Martí es un poeta moderno,  pero su obra no es la  que mejor define al movimiento modernista en hispanoamérica,  como lo vino a ser la de Rubén Darío y la de su coterráneo Julián del Casal, por citar dos ejemplos, quienes llevaron a cabo una ruptura más radical, debido al enfoque puramente estético y la desvalorización de lo temático en sus obras, principalmente en lo concerniente al ser humano y su mejoría existencial. La obra de la mayoría de los poetas del Modernismo hispanoamericano es un despliegue grandilocuente de sonoridad y elegancia lexical, por donde transitan todo tipo de especie mitológica y ornamento medieval.

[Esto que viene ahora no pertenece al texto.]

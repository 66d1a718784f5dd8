#include <gtest/gtest.h>

#include <filesystem>
#include <nlohmann/json.hpp>

#include "core/page/session.hpp"
#include "run.hpp"

namespace heatledger::test {
namespace {

/// A sheet with one reaction, written by the core itself.
std::string sheet_text(const std::string& equation) {
  page::Session session;
  EXPECT_TRUE(session.edit("r1.equation", equation).ok());
  EXPECT_TRUE(session.edit("header.title", "Hydrogenation of nitrobenzene").ok());
  EXPECT_TRUE(session.command("show_profile", {{"reaction", "r1"}, {"state", "on"}}).ok());
  return session.save();
}

constexpr const char* kHydrogenation = "nitrobenzene(l) + 3 H2 -> aniline(l) + 2 H2O(l)";

TEST(Work, PrintsTheSheet) {
  const TemporaryFolder folder;
  write_whole(folder / "s.heatledger.json", sheet_text(kHydrogenation));
  const Ran ran = heatledger({"work", folder / "s.heatledger.json"});
  EXPECT_EQ(ran.status, 0) << ran.err;
  for (const char* piece : {"Hydrogenation of nitrobenzene", "Sum of bonds", "As written"}) {
    EXPECT_NE(ran.out.find(piece), std::string::npos) << piece;
  }
  EXPECT_EQ(heatledger({"work", "-"}, read_whole(folder / "s.heatledger.json")).out, ran.out);
}

TEST(Work, WritesReportTablesAndDrawings) {
  const TemporaryFolder folder;
  write_whole(folder / "s.heatledger.json", sheet_text(kHydrogenation));
  const Ran ran = heatledger({"work", folder / "s.heatledger.json", "--html", folder / "r.html", "--csv",
                              folder / "t.csv", "--svg", folder / "drawings/new"});
  ASSERT_EQ(ran.status, 0) << ran.err;
  EXPECT_NE(read_whole(folder / "r.html").find("<html"), std::string::npos);
  EXPECT_NE(read_whole(folder / "t.csv").find("nitrobenzene"), std::string::npos);
  int drawings = 0;
  for (const auto& entry : std::filesystem::directory_iterator(folder / "drawings/new")) {
    EXPECT_EQ(entry.path().extension(), ".svg");
    EXPECT_NE(read_whole(entry.path().string()).find("<svg"), std::string::npos);
    ++drawings;
  }
  EXPECT_EQ(drawings, 2);  // profile and routes
  // Nothing half-written is left beside the files.
  for (const auto& entry : std::filesystem::directory_iterator(folder.path())) {
    const std::string name = entry.path().filename().string();
    EXPECT_TRUE(name == "s.heatledger.json" || name == "r.html" || name == "t.csv" || name == "drawings")
        << name;
  }
}

TEST(Work, WritesTheSheetAsMarkdown) {
  const TemporaryFolder folder;
  write_whole(folder / "s.heatledger.json", sheet_text(kHydrogenation));
  const Ran ran = heatledger({"work", folder / "s.heatledger.json", "--markdown", "-"});
  ASSERT_EQ(ran.status, 0) << ran.err;
  EXPECT_EQ(ran.out.compare(0, 31, "# Hydrogenation of nitrobenzene"), 0) << ran.out.substr(0, 80);
  EXPECT_NE(ran.out.find("| --- |"), std::string::npos);
}

TEST(Compare, NamesWhatWasTypedAndWhatItMoves) {
  const TemporaryFolder folder;
  write_whole(folder / "a.heatledger.json", sheet_text(kHydrogenation));
  write_whole(folder / "b.heatledger.json", sheet_text("nitrobenzene(l) + 3 H2 -> aniline(l) + 2 H2O(g)"));
  const Ran ran = heatledger({"compare", folder / "a.heatledger.json", folder / "b.heatledger.json"});
  ASSERT_EQ(ran.status, 0) << ran.err;
  EXPECT_NE(ran.out.find("What was typed differently"), std::string::npos);
  // Two moles of water stay vapour: 2 × 44.0 kJ (CODATA) less heat is set free.
  EXPECT_NE(ran.out.find("+88.0 kJ"), std::string::npos) << ran.out;
  const Ran same = heatledger({"compare", folder / "a.heatledger.json", folder / "a.heatledger.json"});
  EXPECT_NE(same.out.find("The two sheets say the same."), std::string::npos);
  const Ran missing = heatledger({"compare", folder / "a.heatledger.json", folder / "none.json"});
  EXPECT_EQ(missing.status, 1);
}

TEST(Work, JsonIsThePageItself) {
  const TemporaryFolder folder;
  write_whole(folder / "s.heatledger.json", sheet_text(kHydrogenation));
  const Ran ran = heatledger({"work", folder / "s.heatledger.json", "--json"});
  EXPECT_EQ(ran.status, 0);
  EXPECT_TRUE(nlohmann::json::parse(ran.out).contains("blocks"));
}

TEST(Work, AFileThatIsNoSheetNamesFileAndPlace) {
  const TemporaryFolder folder;
  EXPECT_EQ(heatledger({"work", folder / "missing.json"}).status, 1);
  write_whole(folder / "bad.json", "{\"format\": ");
  const Ran ran = heatledger({"work", folder / "bad.json"});
  EXPECT_EQ(ran.status, 1);
  EXPECT_NE(ran.err.find("bad.json"), std::string::npos) << ran.err;
  EXPECT_NE(ran.err.find("offset"), std::string::npos) << ran.err;
}

TEST(Work, ASheetWithAnErrorIsPrintedAndEndsWithStatusOne) {
  const TemporaryFolder folder;
  write_whole(folder / "s.heatledger.json", sheet_text("nitrobenzene + H2 -> unobtainium"));
  const Ran ran = heatledger({"work", folder / "s.heatledger.json"});
  EXPECT_EQ(ran.status, 1);
  EXPECT_NE(ran.out.find("unobtainium"), std::string::npos);
  EXPECT_FALSE(ran.err.empty());
}

TEST(Work, AFileThatCannotBeWrittenIsReported) {
  const TemporaryFolder folder;
  write_whole(folder / "s.heatledger.json", sheet_text(kHydrogenation));
  const Ran ran =
      heatledger({"work", folder / "s.heatledger.json", "--html", folder / "no/such/folder/r.html"});
  EXPECT_EQ(ran.status, 1);
  EXPECT_NE(ran.err.find("r.html"), std::string::npos) << ran.err;
}

}  // namespace
}  // namespace heatledger::test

El poeta cubano, temáticamente, está más cerca de la escuela norteamericana que de la francesa. En su ensayo The Poet, Emerson menciona el papel que juega el poeta en su comunidad, como hombre representativo de la misma: “Entre los hombres parciales, el representa al hombre completo, y no nos da cuenta de sus riquezas, sino de la riqueza de la comunidad” (Emerson, 157). Este planteamiento entronca muy bien con el siguiente apotegma martiano: “el arte no es placer, sino deber”. En efecto, lo que hace que Martí sea un modernista atípico es su profundo compromiso con sus ideales, sustentados por una convicción ética-moral, que permanece en su obra, independientemente de la ruptura estética. 

El entiende que el mundo ha entrado en una nueva era y que el arte debe también transformarse; pero lo asimila, fundamentalmente, desde un punto de vista formal, sin romper su vínculo con una tradición humanista, enraizada en el conocimiento bíblico, en la filosofía grecolatina (Platón y Séneca) y en pensadores contemporáneos como Carlyle y Krauss. Por su parte, las dos promociones modernistas, tanto la finisecular como la de principios de siglo xx, son fieles depositarias del simbolismo francés, en las que predomina una preocupación formal, reflejando textualmente una imagen pesimista de la humanidad, en donde el hombre ha sido abandonado por Dios y queda a merced de las fuerzas inextricables de la naturaleza. Esta tendencia es precursora del arte contemporáneo, pues prescinde del concepto de lo absoluto que imperaba en el arte clásico. El modernismo latinoamericano era partícipe de un nuevo arte,  nombrado también "decadentista" y marcaba el comienzo de lo que el filósofo español José Ortega y Gasset denominó “la deshumanización del arte”. Si Martí es una salvedad dentro del movimiento modernista, es por su capacidad de asimilar lo novedoso del arte moderno, en este caso el francés, y fusionarlo con el tradicional, como parte indisoluble de su propia filosofía de la vida. Los trascendentalitas contribuyeron en gran medida a enriquecer esa visión. 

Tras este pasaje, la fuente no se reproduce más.